* [WHAT TO PRODUCE]
For every line in the material below that holds "return", report the line.

* [GIVEN RECORDS]
7. Volume loss implied by the support, where the layer at the axis is cohesive (NaN elsewhere: the fit is for
   clay). With the face at `support_min_kpa` (the lowest the pressure goes when the target is held in the window),
   brought to the axis, the stability ratio is `stability_ratio_at_min_n` N = (sigma_v + q - sigma_T) / c_u; the
   ratio at collapse of a closed face, `critical_stability_ratio_tc` N_TC = 4 ln(2 C/D + 1) (Davis et al. 1980
   lower bound, from memory; it lies at or below the centrifuge values of Kimura & Mair 1981, so LF errs high);
   `load_factor` LF = N / N_TC; `implied_volume_loss_pct` VL = 0.23 exp(4.4 LF) % (Macklin 1999, from memory). The
   fit holds for LF >= 0.2: below (and where N < 0) the value at LF = 0.2, 0.55 %, is given, an upper estimate:
   VL grows with LF, and the fit says nothing of smaller values. Above LF = 1 the face is at collapse by N_TC and
   the value at LF = 1 (18.7 %) is given. `design_volume_loss_pct` is the drive's volume loss at the station
   (its reach's, when `design_drive` is given); `implied_above_design` flags, and a warning names, the stations
   where the implied value exceeds it.

All pressures are at crown level, kPa, compression positive; levels in m up positive; chainage in m along the 3-D
axis. These are planning bounds: the operating pressures are set and reviewed by the responsible engineer, under
local codes.
"""
from __future__ import annotations

from dataclasses import dataclass, field
from typing import NamedTuple

import numpy as np

from ..engine.elements import reach_values
from ..errors import InputError
from ..inputs.face_settings import (SUPPORT_MODES, FaceOptions, LayerStrength, River, SupportReach,  # noqa: F401
                                    check_face_options, check_layer_strengths, check_numbered_rivers,
                                    check_support_reaches, river_label, support_label)
from ..inputs.ground import GroundModel
from ..inputs.model import Drive
from ..inputs.route import DriveResult, position_at
from . import face_methods as face

STATUSES = ("open", "narrow", "closed")  # the status vocabulary, from best to worst
SAME_CHAINAGE_M = 1e-3  # the end of a drive takes the support mode of the chainage this much before it [m]
MERGE_M = 5e-3  # no two stations of a drive lie closer than this: the nearer ones are merged [m]
STEP_M = 0.01  # a second station this far on the other side of a reach end shows the step there [m]
LEVEL_TOLERANCE_M = 1e-3  # a river bed this little above the ground is still at the ground [m]

CAUTION = ("Planning bounds only: the operating face pressures are set and reviewed by the responsible engineer, "
           "under local codes, and adjusted to what the drive shows.")


# ------------------------------------------------------------------------------------------------------ result
@dataclass
class FaceStations:
    """The face check along one drive: one row per station, all pressures at crown level. [kPa]"""

    drive: str
    outer_diameter_m: float
    chainage_m: np.ndarray
    x_m: np.ndarray
    y_m: np.ndarray
    axis_level_m: np.ndarray
    ground_level_m: np.ndarray  # the ground surface model at the station
    surface_level_m: np.ndarray  # what the face sees: the ground, or the river bed in a river reach
    water_level_m: np.ndarray  # water table (river water level in a river reach)
    in_river: np.ndarray  # bool
    cover_m: np.ndarray  # surface (bed) to crown
    total_stress_crown_kpa: np.ndarray
    effective_stress_crown_kpa: np.ndarray
    total_stress_axis_kpa: np.ndarray
    effective_stress_axis_kpa: np.ndarray
    water_pressure_kpa: np.ndarray  # at the crown
    water_pressure_axis_kpa: np.ndarray
    wedge_support_kpa: np.ndarray  # s', wedge-silo, unfactored, may be negative (face stands alone)
    wedge_angle_deg: np.ndarray
    wedge_silo_stress_kpa: np.ndarray  # sigma'_v of the silo on the wedge
    stability_ratio_n: np.ndarray  # Broms & Bennermark N without support; NaN where the axis is not in clay
    n_above_critical: np.ndarray  # bool: stability_ratio_n above critical_stability_ratio (collapse)
    support_min_kpa: np.ndarray
    min_governed_by: np.ndarray  # "wedge_silo" | "broms_bennermark" (N held at allowable_stability_ratio)
    blowout_kpa: np.ndarray  # total vertical stress at the crown, no factor
    uplift_with_shear_kpa: np.ndarray  # blow-out with shear on the block's sides, no factor
    fracture_kpa: np.ndarray  # Delft at the crown, initial stress from K0, no factor; NaN where not computed
    support_max_kpa: np.ndarray
    max_limited_by: np.ndarray  # "blowout" | "uplift_shear" | "fracture"
    support_mode: np.ndarray  # "slurry" | "air_cushion"
    tolerance_kpa: np.ndarray  # operating tolerance +/-
    window_kpa: np.ndarray
    status: np.ndarray  # "open" | "narrow" | "closed"
    low_cover: np.ndarray  # bool: cover_m < low_cover_limit_m
    low_cover_limit_m: float = np.nan  # low_cover_diameters x D
    slurry_unit_weight_kn_m3: float = 11.0
    warnings: list[str] = field(default_factory=list)
    # Delft at the axis from sigma'_v (the value used before the crown governed), brought to the crown, no factor;
    # for reference only. [kPa]
    fracture_axis_kpa: np.ndarray = field(default_factory=lambda: np.empty(0))
    # Working level in clay (NaN where the axis is not in a cohesive layer): N with the face at support_min_kpa,
    # N_TC of a closed face at this C/D (Davis et al. 1980), LF = N / N_TC, and the volume loss that LF implies
    # (Macklin 1999), against the design volume loss of the reach (NaN when the drive's inputs were not given).
    stability_ratio_at_min_n: np.ndarray = field(default_factory=lambda: np.empty(0))  # [-]
    critical_stability_ratio_tc: np.ndarray = field(default_factory=lambda: np.empty(0))  # [-]
    load_factor: np.ndarray = field(default_factory=lambda: np.empty(0))  # [-]
    implied_volume_loss_pct: np.ndarray = field(default_factory=lambda: np.empty(0))  # [%]
    design_volume_loss_pct: np.ndarray = field(default_factory=lambda: np.empty(0))  # [%]
    implied_above_design: np.ndarray = field(default_factory=lambda: np.empty(0, dtype=bool))  # bool

    def __len__(self) -> int:
        return len(self.chainage_m)

    @property
    def crown_level_m(self) -> np.ndarray:
        return self.axis_level_m + self.outer_diameter_m / 2.0

    @property
    def invert_level_m(self) -> np.ndarray:
        return self.axis_level_m - self.outer_diameter_m / 2.0

    @property
    def hold_from_kpa(self) -> np.ndarray:
        """Lowest target crown pressure: minimum + tolerance. [kPa]"""
        return self.support_min_kpa + self.tolerance_kpa

    @property
    def hold_to_kpa(self) -> np.ndarray:
        """Highest target crown pressure: maximum - tolerance (below hold_from_kpa where the window is closed). [kPa]"""
        return self.support_max_kpa - self.tolerance_kpa

    def at_axis(self, pressure_crown) -> np.ndarray:
        """A crown pressure of these stations brought to the axis through the slurry column. [kPa]"""
        return face.crown_to_axis(pressure_crown, self.slurry_unit_weight_kn_m3, self.outer_diameter_m)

* [RESULT OF THE EXERCISE]
        return len(self.chainage_m)
        return self.axis_level_m + self.outer_diameter_m / 2.0
        return self.axis_level_m - self.outer_diameter_m / 2.0
        return self.support_min_kpa + self.tolerance_kpa
        return self.support_max_kpa - self.tolerance_kpa
        return face.crown_to_axis(pressure_crown, self.slurry_unit_weight_kn_m3, self.outer_diameter_m)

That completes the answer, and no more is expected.